(Please read the whole question before telling me any new ways to do it.)
(请在告诉我任何新方法之前先阅读整个问题。)
In PHP, you can call functions by calling their name inside a variable.
在PHP中,您可以通过在变量中调用它们的名称来调用函数。
function myfunc(){ echo 'works'; }
$func = 'myfunc';
$func(); // Prints "works"
But, you can't do this with constants.
但是,你不能用常数做到这一点。
define('func', 'myfunc');
func(); // Error: function "func" not defined
There are workarounds, like these:
有一些解决方法,如下所示:
$f = func;
$f(); // Prints "works"
call_user_func(func); // Prints "works"
function call($f){ $f(); }
call(func); // Prints "works"
The PHP documentation on callable says:
关于callable的PHP文档说:
A PHP function is passed by its name as a string.

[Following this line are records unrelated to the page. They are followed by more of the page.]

/** A command-line usage problem: reported as one line, exit code 2. */
export class UsageError extends Error {}

export interface ParsedArgs {
  positional: string[];
  /** Each option once: a flag as true, a valued option with the last value given. */
  options: Map<string, string | true>;
  /** Every value of each valued option, in the order given (for options that may repeat, e.g. --with). */
  repeated?: Map<string, string[]>;
}

/**
 * Splits arguments into positionals and options. Options listed in `valued` take a value,
 * given as `--name value` or `--name=value`; the value may itself start with a dash
 * (`--target -70`). Options in `flags` take none. Anything else is a usage error. A valued
 * option given twice keeps its last value in `options` and every value in `repeated`.
 */
export function parseArgs(argv: readonly string[], valued: readonly string[], flags: readonly string[]): ParsedArgs {
  const positional: string[] = [];
  const options = new Map<string, string | true>();
  const repeated = new Map<string, string[]>();
  for (let k = 0; k < argv.length; k++) {
    const a = argv[k];
    if (!a.startsWith('--') || a === '--') {
      positional.push(a);
      continue;
    }
    const eq = a.indexOf('=');
    const name = eq >= 0 ? a.slice(2, eq) : a.slice(2);
    if (valued.includes(name)) {
      let value: string | undefined;
      if (eq >= 0) value = a.slice(eq + 1);
      else if (k + 1 < argv.length) value = argv[++k];
      if (value === undefined || value === '') throw new UsageError(`--${name} needs a value, e.g. --${name}=…`);
      options.set(name, value);
      repeated.set(name, [...(repeated.get(name) ?? []), value]);
    } else if (flags.includes(name)) {
      if (eq >= 0) throw new UsageError(`--${name} takes no value`);
      options.set(name, true);
    } else {
      const known = [...valued, ...flags].map((o) => `--${o}`).join(', ');
      throw new UsageError(`unknown option --${name}${known ? `; this command takes ${known}` : ''}`);
    }
  }
  return { positional, options, repeated };
}

/** Every value of a valued option, in the order given; empty when it was not given. */
export function listOption(args: ParsedArgs, name: string): string[] {
  const all = args.repeated?.get(name);
  if (all) return all.slice();
  const v = args.options.get(name);
  return typeof v === 'string' ? [v] : [];
}

/** A finite number from an option value, or a usage error naming the option. */
export function numberOption(args: ParsedArgs, name: string, fallback?: number): number | undefined {
  const v = args.options.get(name);
  if (v === undefined) return fallback;
  const x = typeof v === 'string' ? Number(v) : NaN;
  if (typeof v !== 'string' || v.trim() === '' || !Number.isFinite(x)) {
    throw new UsageError(`--${name}: "${String(v)}" is not a number; give e.g. --${name}=5`);
  }
  return x;
}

Any built-in or user-defined function can be used, except language constructs.
PHP函数的名称作为字符串传递。除语言结构外,可以使用任何内置或用户定义的函数。
There seems to be nothing about constant values not being callable.
似乎没有关于常量值不可调用的内容。
I also tried to check it, and of course,
我也尝试检查它,当然,
var_dump(is_callable(func));
prints bool(true).
Now, is there an explanation as to why is it this way? As far as I can see all the workarounds rely on assigning the constant value to a variable, by why can't constant be called?
现在,有没有解释为什么会这样?据我所知,所有的变通方法都依赖于为变量赋值常量,为什么不能连续调用?
And again, just to make it super clear, I don't need a way to call the function, I even presented some there. I want to know why PHP doesn't allow calling the function directly through the constant.
再说一次,为了让它变得非常清晰,我不需要一种方法来调用函数,我甚至在那里展示了一些。我想知道为什么PHP不允许直接通过常量调用函数。
2 个解决方案
#1
1
Since you asked for the why/reason I guess the only answer (which will probably not satisfy you) is:
Because it hasn't been proposed, discussed and accepted on https://wiki.php.net/rfc .
既然你问的原因/原因我猜唯一的答案(可能不会让你满意)是:因为它没有在https://wiki.php.net/rfc上提出,讨论和接受。
#2
0
When trying to call a constant as a function, like so:
当试图将常量作为函数调用时,如下所示:
define('FUNC', 'myFunction');
function myFunction()
{
echo 'Oh, hello there.';
}
FUNC(); // Fatal error: Call to undefined function FUNC()
Will cause the PHP Interpreter to expect a function called FUNC. Hence the error Fatal error: Call to undefined function FUNC()
将导致PHP解释器期望一个名为FUNC的函数。因此错误致命错误:调用未定义函数FUNC()
Despite the type of the constant FUNC being callable, calling it as a function won't work. Simply because PHP expects a function named FUNC.
尽管常量FUNC的类型是可调用的,但将其作为函数调用将不起作用。只是因为PHP需要一个名为FUNC的函数。
So without a workaround, you won't be able to call a function directly through a constant.
因此,如果没有解决方法,您将无法通过常量直接调用函数。
#1
1
Since you asked for the why/reason I guess the only answer (which will probably not satisfy you) is:
Because it hasn't been proposed, discussed and accepted on https://wiki.php.net/rfc .
既然你问的原因/原因我猜唯一的答案(可能不会让你满意)是:因为它没有在https://wiki.php.net/rfc上提出,讨论和接受。
#2
0
When trying to call a constant as a function, like so:
当试图将常量作为函数调用时,如下所示:
define('FUNC', 'myFunction');
function myFunction()
{
echo 'Oh, hello there.';
}
FUNC(); // Fatal error: Call to undefined function FUNC()
Will cause the PHP Interpreter to expect a function called FUNC. Hence the error Fatal error: Call to undefined function FUNC()
将导致PHP解释器期望一个名为FUNC的函数。因此错误致命错误:调用未定义函数FUNC()
Despite the type of the constant FUNC being callable, calling it as a function won't work. Simply because PHP expects a function named FUNC.
尽管常量FUNC的类型是可调用的,但将其作为函数调用将不起作用。只是因为PHP需要一个名为FUNC的函数。
So without a workaround, you won't be able to call a function directly through a constant.
因此,如果没有解决方法,您将无法通过常量直接调用函数。